I don’t really understand this—my understanding is that with a minimal circuit, you want to minimize the number of gates in the circuit, and the circuit must be a DAG (if you’re allowed to have loops + clocks, then you can build a regular computer, and for complex tasks the problem should be very similar to finding the shortest program and implementing it on a universal circuit).
But then I can create a Turing Machine that interprets its input as a circuit, and simulates each gate of the circuit in sequence. Then the running time of the TM is proportional to the number of gates in the circuit, so an input with minimal running time should be a circuit with the minimal number of gates.

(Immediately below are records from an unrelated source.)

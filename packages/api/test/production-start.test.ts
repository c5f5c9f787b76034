import { mkdtempSync, rmSync } from 'node:fs';
import { getPriority, tmpdir } from 'node:os';
import path from 'node:path';
import { simpleParser } from 'mailparser';
import request from 'supertest';
import { afterAll, beforeAll, describe, expect, it } from 'vitest';
import { FakeSmtpServer } from '../src/mail/fake-smtp-server.js';
import { startServerProcess, type ServerProcess } from './support/server-process.js';
import { niceByThread } from './support/thread-nice.js';
import { Client, DEMO, DEMO_PASSWORD } from './support/test-app.js';

const dirs: string[] = [];
const freshDataDir = () => {
  const dir = mkdtempSync(path.join(tmpdir(), 'workback-prod-'));
  dirs.push(dir);
  return dir;
};
afterAll(() => dirs.forEach((d) => rmSync(d, { recursive: true, force: true })));

// The real server as its own process; '' unsets what the test runner's own environment holds.
const NOTHING_CONFIGURED = {
  NODE_ENV: 'production',
  SMTP_URL: '',
  PUBLIC_URL: '',
  SEED_DEMO: '',
  ADMIN_EMAILS: '',
  LOG_LEVEL: 'silent',
};

describe('production with nothing configured', () => {
  it('refuses to start, naming SMTP_URL and PUBLIC_URL', async () => {
    const dataDir = freshDataDir();
    const started = await startServerProcess({ ...NOTHING_CONFIGURED, DATA_DIR: dataDir }).then(
      (server) => {
        server.child.kill('SIGKILL');
        return server.output();
      },
      (err: Error) => err,
    );
    expect(started, 'the server started').toBeInstanceOf(Error);
    const message = (started as Error).message;
    expect(message).toMatch(/SMTP_URL: must be set in production/);
    expect(message).toMatch(/PUBLIC_URL: must be set in production/);
    expect(message).not.toMatch(/running at/);
  }, 180_000);
});

describe('production with SMTP_URL and PUBLIC_URL', () => {
  const PUBLIC_URL = 'https://workback.example.test';
  const received: { to: string[]; raw: Buffer }[] = [];
  // Stands in for the mail provider: a separate SMTP server the app only knows by its URL.
  const relay = new FakeSmtpServer(async (raw, to) => {
    received.push({ to, raw });
  });
  let server: ServerProcess;

  beforeAll(async () => {
    const port = await relay.start();
    server = await startServerProcess({
      ...NOTHING_CONFIGURED,
      DATA_DIR: freshDataDir(),
      SMTP_URL: `smtp://127.0.0.1:${port}`,
      PUBLIC_URL,
    });
  }, 180_000);
  afterAll(async () => {
    server?.child.kill('SIGTERM');
    await server?.exited;
    await relay.stop();
  });

  const client = async () => {
    const c = new Client(request.agent(server.url));
    await c.refreshToken();
    return c;
  };

  it('runs every thread but the event loop nicer (HELPER_THREAD_NICENESS, 10 unless set)', () => {
    const nice = niceByThread(server.child.pid!);
    // The server starts as nice as this runner (a CI job may itself run nicer).
    const inherited = getPriority();
    expect(nice.get(server.child.pid!)).toBe(inherited);
    const helpers = [...nice].filter(([tid]) => tid !== server.child.pid);
    // libuv's pool (16), V8's platform threads and more: the entry started them all.
    expect(helpers.length).toBeGreaterThan(10);
    for (const [tid, value] of helpers)
      expect(value, `thread ${tid}`).toBe(Math.max(10, inherited));
  });

  it('serves no outbox, as JSON or as a page', async () => {
    const c = await client();
    expect((await c.get('/api/dev/outbox')).status).toBe(404);
    expect((await c.get('/dev/outbox').set('accept', 'text/html')).status).toBe(404);
    expect(server.output()).not.toMatch(/dev\/outbox/);
  });

  it('has no demo: the demo sign-ins fail and health says so', async () => {
    const c = await client();
    expect((await c.get('/api/health').expect(200)).body.demo).toBe(false);
    for (const email of Object.values(DEMO)) {
      const res = await c.post('/api/auth/login', { email, password: DEMO_PASSWORD });
      expect(res.status, email).toBe(401);
    }
    expect(server.output()).not.toMatch(/Demo sign-ins/);
  });

  it('mails links from PUBLIC_URL to the relay, whatever Host the request names', async () => {
    const c = await client();
    const res = await c
      .post('/api/auth/register', {
        email: 'first@example.test',
        password: 'a-long-enough-password',
        displayName: 'First',
        householdName: 'The First household',
        adultConfirmed: true,
      })
      .set('Host', 'evil.example:8080')
      .set('X-Forwarded-Host', 'evil.example');
    expect(res.status, res.text).toBe(201);
    const mail = received.find((m) => m.to.includes('first@example.test'));
    expect(mail, 'a confirmation mail reached the relay').toBeDefined();
    const text = (await simpleParser(mail!.raw)).text;
    expect(text).toContain(`${PUBLIC_URL}/verify-email/`);
    expect(text).not.toContain('evil.example');
  });
});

This is not technically a Universal TM, since loop-free circuits are not Turing-complete, but I would expect a speed prior using such a Turing Machine would be relatively similar to a speed prior with a true UTM.
EDIT: I no longer endorse the above point. Just because there exists a speed prior that aligns with minimal circuits doesn’t mean that this is the “typical” speed prior. In general there really should be a difference between a “minimal circuit” and a “fastest program” (precisely the depth + width vs. depth point Evan made in the parent comment).
I agree that if you have to work on an infinite set of inputs, a GLUT is not the way to do that. I was thinking of the case where you have to work on a small finite set of inputs (hence why I talk about the optimal trajectory instead of the optimal policy), which is always going to be the case in the real world. But this is too pedantic, we can certainly think of the theoretical case where you have to work on an infinite set of inputs. I was mostly trying to use the GLUT as an intuition pump, not arguing that it was always better.
In the case with infinite inputs, I still have the intuition that meta learning is what you do when you don’t know enough about the problem to write down the good heuristics straight away, as opposed to being the fastest way of solving the problem. But I agree that the fastest solution won’t be a GLUT; I’m thinking more a combination of really good heuristics that “directly” solve the problem. (Part of this is an intuition that for any reasonably structured set of inputs, value-neutral optimization of a fixed objective is very inefficient.)